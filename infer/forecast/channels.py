"""Invented multi-frequency experiments: the channels of a spec, its cross-spectra and beam eigenmodes.

A multi-frequency spec extends the single-channel `[experiment]` table (`infer.forecast.experiment`)
with one table per frequency channel::

    [channels.NAME]   nu_ghz (band centre, GHz), noise_uK_arcmin (temperature white noise),
                      beam_fwhm_arcmin (Gaussian beam), pol_noise_factor (optional, default √2),
                      bandpass (optional: two-column text file ν GHz, weight; relative to the spec),
                      beam_error (optional list: 1σ fractional error of B_ℓ at ell_max, one per mode),
                      calibration, pol_efficiency (truths of the mock, default 1),
                      beam_truth (truths of the beam amplitudes in units of their σ, default 0)

and an optional ``experiment.pairs`` list of ``"AxB"`` labels (A, B channel names). By default every auto
and cross pair is made: A ≤ B in channel order for TT and EE (the two orders are one spectrum), and both
orders for TE (T from A, E from B: Ĉ^{TE}_{AB} ≠ Ĉ^{TE}_{BA} for different channels).

Beam eigenmodes (our parametrisation; common practice is a few smooth modes per channel): mode k of a
channel of Gaussian width σ_b = θ_FWHM/√(8 ln 2) changes its beam window by the fraction
δB_ℓ/B_ℓ = a_k s_k φ_k(ℓ), with φ_k the Gram–Schmidt orthogonalisation over ell_min … ell_max of the
powers x, x², … of x = ℓ(ℓ+1)σ_b² (x is the first-order change of ln B_ℓ under a change of θ_FWHM),
scaled to φ_k(ell_max) = 1; s_k is the spec's ``beam_error`` and a_k ~ N(0, 1). A band of channels
(i, j) then changes by the fraction (δ_ci + δ_cj) s_k mean_b φ_k to first order — the dataset's
``beam_modes`` row of that mode. Channel names are user strings without "x" (the pair separator).
"""
from __future__ import annotations

import math
from dataclasses import dataclass
from pathlib import Path

import numpy as np

from infer import validate
from infer.errors import UserError

CHANNEL_KEYS = ("nu_ghz", "noise_uK_arcmin", "beam_fwhm_arcmin", "pol_noise_factor", "bandpass",
                "beam_error", "calibration", "pol_efficiency", "beam_truth")
#: Channel frequencies a CMB experiment may name (GHz): beyond 1 THz no CMB survey observes.
NU_RANGE = (1.0, 1000.0)
MAX_BEAM_MODES = 10


@dataclass(frozen=True)
class ChannelSpec:
    """One frequency channel of an invented experiment (see the module docstring)."""

    name: str
    nu_ghz: float
    noise_uK_arcmin: float
    beam_fwhm_arcmin: float
    pol_noise_factor: float
    bandpass_nu_ghz: np.ndarray | None
    bandpass_weight: np.ndarray | None
    beam_error: tuple[float, ...]
    calibration: float
    pol_efficiency: float
    beam_truth: tuple[float, ...]


def read_bandpass(path: Path, where: str, key: str) -> tuple[np.ndarray, np.ndarray]:
    """A bandpass file: two columns ν (GHz, strictly increasing, within `NU_RANGE`) and a weight (≥ 0)
    whose trapezoid integral is positive and finite. Read as numbers only (``numpy.loadtxt``)."""
    if not path.is_file():
        raise UserError(f"{where}: '{key}': bandpass file {path} does not exist")
    try:
        arr = np.loadtxt(path, dtype=float, comments="#", ndmin=2)
    except (ValueError, OSError) as exc:
        raise UserError(f"{where}: '{key}': {path} is not a two-column numeric table "
                        f"({' '.join(str(exc).split())[:80]})") from None
    if arr.shape[1] != 2 or arr.shape[0] < 2:
        raise UserError(f"{where}: '{key}': {path} must hold at least two rows of two columns "
                        f"(ν GHz, weight), got shape {arr.shape}")
    nu, w = arr[:, 0], arr[:, 1]
    if not (np.all(np.isfinite(nu)) and np.all(np.isfinite(w))):
        raise UserError(f"{where}: '{key}': {path} holds NaN or infinite values")
    if np.any(np.diff(nu) <= 0) or nu[0] < NU_RANGE[0] or nu[-1] > NU_RANGE[1]:
        raise UserError(f"{where}: '{key}': {path}: frequencies must increase strictly within "
                        f"{NU_RANGE[0]:g}–{NU_RANGE[1]:g} GHz")
    if np.any(w < 0):
        raise UserError(f"{where}: '{key}': {path}: negative bandpass weight at {nu[np.argmax(w < 0)]:g} GHz")
    total = float(np.sum(0.5 * (w[1:] + w[:-1]) * np.diff(nu)))
    if not (math.isfinite(total) and total > 0):
        raise UserError(f"{where}: '{key}': {path}: the bandpass does not integrate to a positive "
                        f"finite number (∫ w dν = {total:g})")
    return nu, w


def _numbers(where: str, key: str, value, n=None, low=None) -> tuple[float, ...]:
    if not isinstance(value, list) or (n is not None and len(value) != n):
        need = f"a list of {n} numbers" if n is not None else "a list of numbers"
        raise UserError(f"{where}: '{key}' must be {need}, got {validate.show(value)}")
    return tuple(float(validate.number(where, f"{key}[{i}]", v, low=low)) for i, v in enumerate(value))


def read_channels(where: str, tables: dict, base: Path, ell_max: int) -> tuple[ChannelSpec, ...]:
    """Check the ``[channels.NAME]`` tables of a spec (``base``: the spec's folder)."""
    if not isinstance(tables, dict) or not tables:
        raise UserError(f"{where}: [channels] must hold one table per channel, e.g. [channels.150]")
    out, n_modes = [], None
    for name, t in tables.items():
        if not name or "x" in name or any(ord(c) < 33 for c in name):
            raise UserError(f"{where}: channel name {name!r} must be non-empty, without 'x' (the pair "
                            f"separator) or spaces")
        sec = f"channels.{name}"
        validate.check_keys(where, sec, t, CHANNEL_KEYS)
        for key in ("nu_ghz", "noise_uK_arcmin", "beam_fwhm_arcmin"):
            if key not in t:
                raise UserError(f"{where}: missing key '{sec}.{key}'")
        nu = validate.number(where, f"{sec}.nu_ghz", t["nu_ghz"], low=NU_RANGE[0], high=NU_RANGE[1])
        noise = validate.number(where, f"{sec}.noise_uK_arcmin", t["noise_uK_arcmin"], low=0.0)
        fwhm = validate.number(where, f"{sec}.beam_fwhm_arcmin", t["beam_fwhm_arcmin"], low=0.0)
        pol = validate.number(where, f"{sec}.pol_noise_factor", t.get("pol_noise_factor", math.sqrt(2.0)),
                              low=0.0, low_open=True)
        cal = validate.number(where, f"{sec}.calibration", t.get("calibration", 1.0), low=0.0, low_open=True)
        eff = validate.number(where, f"{sec}.pol_efficiency", t.get("pol_efficiency", 1.0), low=0.0,
                              low_open=True)
        err = _numbers(where, f"{sec}.beam_error", t.get("beam_error", []), low=0.0)
        if len(err) > MAX_BEAM_MODES:
            raise UserError(f"{where}: '{sec}.beam_error' lists {len(err)} modes; at most {MAX_BEAM_MODES}")
        if n_modes is None:
            n_modes = len(err)
        elif len(err) != n_modes:
            raise UserError(f"{where}: '{sec}.beam_error' has {len(err)} modes, other channels {n_modes} "
                            f"(every channel has the same number of beam eigenmodes)")
        truth = _numbers(where, f"{sec}.beam_truth", t.get("beam_truth", [0.0] * len(err)), n=len(err))
        bp = (None, None)
        if "bandpass" in t:
            rel = Path(validate.text(where, f"{sec}.bandpass", t["bandpass"])).expanduser()
            bp = read_bandpass(rel if rel.is_absolute() else base / rel, where, f"{sec}.bandpass")
        with np.errstate(over="ignore"):
            from infer.forecast.knox import noise_dl
            if not np.isfinite(noise_dl(ell_max, 1.0, fwhm) ** 2):
                raise UserError(f"{where}: '{sec}.beam_fwhm_arcmin' = {fwhm}: the beam-deconvolved noise "
                                f"overflows before ℓ = {ell_max} (beam too wide for this ℓ range)")
        out.append(ChannelSpec(name, float(nu), float(noise), float(fwhm), float(pol), bp[0], bp[1],
                               err, float(cal), float(eff), truth))
    return tuple(out)


def cross_pairs(where: str, channels, spectra, pairs=None) -> list[tuple[str, str, str]]:
    """The (kind, channel_1, channel_2) spectra to make, grouped by kind in ``spectra`` order.

    Default (``pairs`` None): every auto and cross pair (see the module docstring). Given ``pairs``
    (labels "AxB"), TT and EE take each unordered pair once, TE takes the pairs as written."""
    names = [c.name for c in channels]
    if pairs is None:
        chosen = [(a, b) for i, a in enumerate(names) for b in names[i:]]
        te = [(a, b) for a in names for b in names]
    else:
        if not isinstance(pairs, list) or not pairs:
            raise UserError(f"{where}: 'experiment.pairs' must be a non-empty list of \"AxB\" labels")
        chosen = []
        for label in pairs:
            parts = label.split("x") if isinstance(label, str) else []
            if len(parts) != 2 or parts[0] not in names or parts[1] not in names:
                raise UserError(f"{where}: 'experiment.pairs': unknown frequency pair {validate.show(label)} "
                                f"(channels: {', '.join(names)}; write e.g. \"{names[0]}x{names[-1]}\")")
            if tuple(parts) in chosen:
                raise UserError(f"{where}: 'experiment.pairs' lists {label!r} twice")
            chosen.append(tuple(parts))
        te = list(chosen)
        order = {n: i for i, n in enumerate(names)}
        sym = []
        for a, b in chosen:
            key = (a, b) if order[a] <= order[b] else (b, a)
            if key not in sym:
                sym.append(key)
        chosen = sym
    return [(k, a, b) for k in spectra for a, b in (te if k == "TE" else chosen)]


def beam_mode_shapes(ell: np.ndarray, fwhm_arcmin: float, n_modes: int) -> np.ndarray:
    """(n_modes, L) shapes φ_k(ℓ) of the module docstring: orthogonal over ``ell``, φ_k(ℓ_max) = 1."""
    sigma = fwhm_arcmin * math.pi / (180 * 60) / math.sqrt(8 * math.log(2))
    x = ell * (ell + 1.0) * sigma**2
    x = x / x[-1] if x[-1] > 0 else np.linspace(0.0, 1.0, ell.size)   # a zero beam: shapes in ℓ²
    out = []
    for k in range(1, n_modes + 1):
        v = x**k
        for u in out:
            v = v - (v @ u) / (u @ u) * u
        out.append(v / v[-1])
    return np.array(out).reshape(n_modes, ell.size)


def field_index(channels, kind: str, a: str, b: str) -> tuple[int, int]:
    """Indices of the two fields of spectrum (kind, a, b) in `field_matrix` (T_i = 2i, E_i = 2i + 1)."""
    pos = {c.name: i for i, c in enumerate(channels)}
    x, y = kind
    return 2 * pos[a] + (x == "E"), 2 * pos[b] + (y == "E")


def field_matrix(channels, dl: dict, ell: np.ndarray, foreground: dict | None = None) -> np.ndarray:
    """(L, 2n, 2n) signal-plus-noise matrix M_ℓ of the fields T_i, E_i of n channels.

    Sky: the CMB D_ℓ (``dl`` TT/TE/EE at ℓ = 0…, μK²) plus ``foreground`` {(kind, a, b): (L,) D_ℓ} where
    given (a foreground absent for some field pair counts as zero), times the instrument truths —
    map T_i scaled by calibration c_i, map E_i by c_i p_i (so a spectrum scales as c_i c_j [p]), the
    gains of `infer.model` (foreground helper's note) — plus white noise N_i behind the channel's beam
    on the diagonal (`infer.forecast.knox.noise_dl`; E noise = pol_noise_factor² · T noise)."""
    from infer.forecast.knox import noise_dl
    n, ell = len(channels), np.asarray(ell)
    m = np.zeros((ell.size, 2 * n, 2 * n))
    gain = np.array([[c.calibration, c.calibration * c.pol_efficiency] for c in channels]).ravel()
    for i, ci in enumerate(channels):
        for j, cj in enumerate(channels):
            for kind in ("TT", "TE", "EE"):
                f1, f2 = field_index(channels, kind, ci.name, cj.name)
                sky = np.asarray(dl[kind], dtype=float)[ell]
                if foreground:
                    key = (kind, ci.name, cj.name)
                    alt = (kind, cj.name, ci.name) if kind != "TE" else None
                    if key in foreground:
                        sky = sky + foreground[key]
                    elif alt in foreground:
                        sky = sky + foreground[alt]
                m[:, f1, f2] = m[:, f2, f1] = sky * gain[f1] * gain[f2]
    for i, c in enumerate(channels):
        nt = noise_dl(ell, c.noise_uK_arcmin, c.beam_fwhm_arcmin)
        m[:, 2 * i, 2 * i] += nt
        m[:, 2 * i + 1, 2 * i + 1] += nt * c.pol_noise_factor**2
    return m


__all__ = ["field_index", "field_matrix", "ChannelSpec", "read_channels", "read_bandpass", "cross_pairs", "beam_mode_shapes",
           "CHANNEL_KEYS"]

Your task
Out of the material above, output word for word the line with "and an optional", the line with "δB_ℓ/B_ℓ = a_k", and all lines between them, with nothing else.

Solution for this problem
and an optional ``experiment.pairs`` list of ``"AxB"`` labels (A, B channel names). By default every auto
and cross pair is made: A ≤ B in channel order for TT and EE (the two orders are one spectrum), and both
orders for TE (T from A, E from B: Ĉ^{TE}_{AB} ≠ Ĉ^{TE}_{BA} for different channels).

Beam eigenmodes (our parametrisation; common practice is a few smooth modes per channel): mode k of a
channel of Gaussian width σ_b = θ_FWHM/√(8 ln 2) changes its beam window by the fraction
δB_ℓ/B_ℓ = a_k s_k φ_k(ℓ), with φ_k the Gram–Schmidt orthogonalisation over ell_min … ell_max of the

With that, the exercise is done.